● EXERCISE DIRECTIONS
The answer should consist of each line from the data below that includes "super".

[Stored items from a collection]
use super::model::{
    BaselineVerdict, CategoryReport, Ci, DataGaps, Excluded, GroupRow, PairRow, ParametersEcho,
    ProductMix, Report, TableAnalysis, TableReport, Test, ValidityNotes,
};
use super::params::LevelKind;

/// Pairs listed in full in text; with more, only those with a significant adjusted
/// p-value are listed (the JSON always has every pair).
pub const TEXT_MAX_PAIRS: usize = 30;

/// A whole number with thousands separators: `664,474` (for sentences people read;
/// tables of counts meant for machines keep plain digits).
pub fn fmt_count(n: u64) -> String {
    let digits = n.to_string();
    let mut out = String::with_capacity(digits.len() + digits.len() / 3);
    for (i, c) in digits.chars().enumerate() {
        if i > 0 && (digits.len() - i).is_multiple_of(3) {
            out.push(',');
        }
        out.push(c);
    }
    out
}

/// A p-value for people: 4 decimals, scientific below 0.0001, and the power of ten
/// when it underflows to 0.
pub fn fmt_p(p: f64, log10_p: f64) -> String {
    if p >= 0.0001 {
        format!("{p:.4}")
    } else if p > 0.0 {
        format!("{p:.2e}")
    } else {
        format!("10^{log10_p:.1}")
    }
}

/// A rate as a percentage: two decimals, four below 0.1% (so that rates in the
/// parts-per-million range stay visible).
pub fn fmt_rate(r: f64) -> String {
    let pct = r * 100.0;
    if pct != 0.0 && pct.abs() < 0.1 {
        format!("{pct:.4}%")
    } else {
        format!("{pct:.2}%")
    }
}

fn fmt_ci(ci: &Ci) -> String {
    format!("[{}, {}]", fmt_rate(ci.lower), fmt_rate(ci.upper))
}

fn fmt_diff(d: f64) -> String {
    format!("{:+.3} pp", d * 100.0)
}

fn fmt_diff_ci(ci: &Ci) -> String {
    format!("[{:+.3}, {:+.3}]", ci.lower * 100.0, ci.upper * 100.0)
}

/// Lays out rows of cells in columns: the first column left-aligned, the others
/// right-aligned, two spaces apart.
fn table(out: &mut String, header: &[&str], rows: &[Vec<String>]) {
    let cols = header.len();
    let mut width: Vec<usize> = header.iter().map(|h| h.chars().count()).collect();
    for r in rows {
        for (i, c) in r.iter().enumerate().take(cols) {
            width[i] = width[i].max(c.chars().count());
        }
    }
    let line = |out: &mut String, cells: &mut dyn Iterator<Item = &str>| {
        let mut s = String::new();
        for (i, c) in cells.enumerate() {
            let pad = width[i].saturating_sub(c.chars().count());
            if i == 0 {
                s.push_str(c);
                s.push_str(&" ".repeat(pad));
            } else {
                s.push_str("  ");
                s.push_str(&" ".repeat(pad));
                s.push_str(c);
            }
        }
        out.push_str(s.trim_end());
        out.push('\n');
    };
    line(out, &mut header.iter().copied());
    let rule: Vec<String> = width.iter().map(|w| "-".repeat(*w)).collect();
    line(out, &mut rule.iter().map(String::as_str));
    for r in rows {
        line(out, &mut r.iter().map(String::as_str));
    }
}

● YOUR RESPONSE
use super::model::{
use super::params::LevelKind;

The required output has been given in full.